> [WHAT TO PRODUCE]: Examine the listing below and state how many of its lines contain the word "Geisser". Write only the number.

> [DATASET RECORDS]:
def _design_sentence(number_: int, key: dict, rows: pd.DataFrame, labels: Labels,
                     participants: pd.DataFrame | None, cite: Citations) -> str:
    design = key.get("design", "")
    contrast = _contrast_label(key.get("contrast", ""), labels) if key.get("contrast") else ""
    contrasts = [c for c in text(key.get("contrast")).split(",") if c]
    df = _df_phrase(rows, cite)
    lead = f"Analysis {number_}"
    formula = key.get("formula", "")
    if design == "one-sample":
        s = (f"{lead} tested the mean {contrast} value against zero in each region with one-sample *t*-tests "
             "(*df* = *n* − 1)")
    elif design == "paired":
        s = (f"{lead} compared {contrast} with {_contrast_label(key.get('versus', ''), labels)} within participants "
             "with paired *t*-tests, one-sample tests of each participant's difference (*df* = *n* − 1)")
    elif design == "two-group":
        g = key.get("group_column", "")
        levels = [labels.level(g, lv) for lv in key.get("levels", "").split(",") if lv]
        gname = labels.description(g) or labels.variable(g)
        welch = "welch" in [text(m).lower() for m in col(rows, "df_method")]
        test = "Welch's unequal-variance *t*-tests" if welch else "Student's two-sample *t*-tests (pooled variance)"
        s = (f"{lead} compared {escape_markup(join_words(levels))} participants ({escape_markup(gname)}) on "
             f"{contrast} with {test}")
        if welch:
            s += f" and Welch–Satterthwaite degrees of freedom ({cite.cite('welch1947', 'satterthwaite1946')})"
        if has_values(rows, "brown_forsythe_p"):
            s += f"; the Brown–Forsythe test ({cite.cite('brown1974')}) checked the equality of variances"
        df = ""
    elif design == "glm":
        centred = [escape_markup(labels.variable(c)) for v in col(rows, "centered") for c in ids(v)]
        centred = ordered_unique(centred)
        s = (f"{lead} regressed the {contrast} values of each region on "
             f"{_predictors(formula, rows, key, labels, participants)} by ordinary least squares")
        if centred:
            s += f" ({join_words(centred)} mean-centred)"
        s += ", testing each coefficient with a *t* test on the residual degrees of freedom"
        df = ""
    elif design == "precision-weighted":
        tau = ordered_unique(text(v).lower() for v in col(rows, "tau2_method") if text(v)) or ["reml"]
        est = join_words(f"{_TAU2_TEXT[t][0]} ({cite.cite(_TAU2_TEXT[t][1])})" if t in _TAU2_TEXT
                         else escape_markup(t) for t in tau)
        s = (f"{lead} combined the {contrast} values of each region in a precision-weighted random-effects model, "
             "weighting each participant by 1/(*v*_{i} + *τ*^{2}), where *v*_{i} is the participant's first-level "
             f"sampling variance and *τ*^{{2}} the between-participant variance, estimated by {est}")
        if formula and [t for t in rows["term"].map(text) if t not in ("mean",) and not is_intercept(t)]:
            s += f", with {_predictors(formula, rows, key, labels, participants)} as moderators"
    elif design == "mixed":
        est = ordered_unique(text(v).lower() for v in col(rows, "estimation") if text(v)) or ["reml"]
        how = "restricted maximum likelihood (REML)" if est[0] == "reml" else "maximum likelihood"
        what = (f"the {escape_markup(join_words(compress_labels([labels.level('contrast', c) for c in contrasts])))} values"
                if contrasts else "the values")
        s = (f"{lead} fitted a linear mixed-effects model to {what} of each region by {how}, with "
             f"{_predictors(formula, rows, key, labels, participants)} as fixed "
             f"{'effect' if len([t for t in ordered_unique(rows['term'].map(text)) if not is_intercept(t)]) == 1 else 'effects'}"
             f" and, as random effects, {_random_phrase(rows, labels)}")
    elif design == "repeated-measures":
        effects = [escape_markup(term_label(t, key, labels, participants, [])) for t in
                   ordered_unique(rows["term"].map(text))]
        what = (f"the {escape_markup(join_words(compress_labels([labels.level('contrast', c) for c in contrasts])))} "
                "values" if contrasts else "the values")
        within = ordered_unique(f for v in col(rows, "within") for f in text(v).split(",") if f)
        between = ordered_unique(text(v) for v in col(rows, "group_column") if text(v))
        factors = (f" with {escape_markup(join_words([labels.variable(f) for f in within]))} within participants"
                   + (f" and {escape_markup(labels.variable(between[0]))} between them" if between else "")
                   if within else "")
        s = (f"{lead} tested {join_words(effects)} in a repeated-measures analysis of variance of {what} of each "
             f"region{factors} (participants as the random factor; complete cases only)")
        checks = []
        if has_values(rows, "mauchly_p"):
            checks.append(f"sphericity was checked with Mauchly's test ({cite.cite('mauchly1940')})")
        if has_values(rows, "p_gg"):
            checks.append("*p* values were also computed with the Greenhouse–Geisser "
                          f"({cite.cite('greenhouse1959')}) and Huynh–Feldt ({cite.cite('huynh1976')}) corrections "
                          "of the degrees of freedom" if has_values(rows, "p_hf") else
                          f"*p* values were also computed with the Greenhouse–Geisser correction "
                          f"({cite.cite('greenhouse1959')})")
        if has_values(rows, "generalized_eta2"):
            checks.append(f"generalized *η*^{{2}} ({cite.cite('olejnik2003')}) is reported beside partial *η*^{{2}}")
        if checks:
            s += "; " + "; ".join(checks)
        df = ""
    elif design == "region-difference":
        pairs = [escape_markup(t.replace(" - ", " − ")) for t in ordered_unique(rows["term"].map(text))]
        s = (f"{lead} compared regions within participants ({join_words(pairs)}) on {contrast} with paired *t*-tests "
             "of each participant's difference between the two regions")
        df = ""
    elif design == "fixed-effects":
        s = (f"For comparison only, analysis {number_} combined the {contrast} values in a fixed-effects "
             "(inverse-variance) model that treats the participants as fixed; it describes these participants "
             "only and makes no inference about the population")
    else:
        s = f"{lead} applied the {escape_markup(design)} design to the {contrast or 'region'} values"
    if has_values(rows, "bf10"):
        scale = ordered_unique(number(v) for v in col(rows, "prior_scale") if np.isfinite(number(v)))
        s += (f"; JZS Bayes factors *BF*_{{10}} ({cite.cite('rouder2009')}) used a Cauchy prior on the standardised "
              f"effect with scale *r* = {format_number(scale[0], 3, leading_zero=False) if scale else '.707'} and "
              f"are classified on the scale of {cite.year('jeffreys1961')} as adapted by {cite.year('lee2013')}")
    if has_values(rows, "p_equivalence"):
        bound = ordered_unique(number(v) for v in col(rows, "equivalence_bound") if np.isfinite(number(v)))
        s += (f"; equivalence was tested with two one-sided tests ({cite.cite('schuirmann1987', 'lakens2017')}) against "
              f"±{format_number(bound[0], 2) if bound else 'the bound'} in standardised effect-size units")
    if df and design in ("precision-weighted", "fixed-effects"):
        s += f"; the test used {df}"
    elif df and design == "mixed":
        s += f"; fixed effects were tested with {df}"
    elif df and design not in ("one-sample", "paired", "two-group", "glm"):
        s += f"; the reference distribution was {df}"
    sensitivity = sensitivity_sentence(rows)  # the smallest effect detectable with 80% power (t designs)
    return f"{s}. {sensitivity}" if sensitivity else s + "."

* * *

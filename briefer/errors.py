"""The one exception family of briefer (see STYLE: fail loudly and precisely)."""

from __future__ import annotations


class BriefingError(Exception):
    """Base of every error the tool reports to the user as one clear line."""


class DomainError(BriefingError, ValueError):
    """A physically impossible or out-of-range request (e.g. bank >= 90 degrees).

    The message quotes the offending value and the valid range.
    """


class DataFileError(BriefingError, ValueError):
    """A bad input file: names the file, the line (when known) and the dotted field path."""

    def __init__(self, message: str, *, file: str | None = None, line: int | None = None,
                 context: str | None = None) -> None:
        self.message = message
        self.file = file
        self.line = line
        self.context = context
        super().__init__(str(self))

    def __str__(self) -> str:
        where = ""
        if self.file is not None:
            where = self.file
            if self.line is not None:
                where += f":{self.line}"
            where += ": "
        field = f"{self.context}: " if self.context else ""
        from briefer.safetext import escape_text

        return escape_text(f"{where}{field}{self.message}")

> [ANSWER BOX]: 2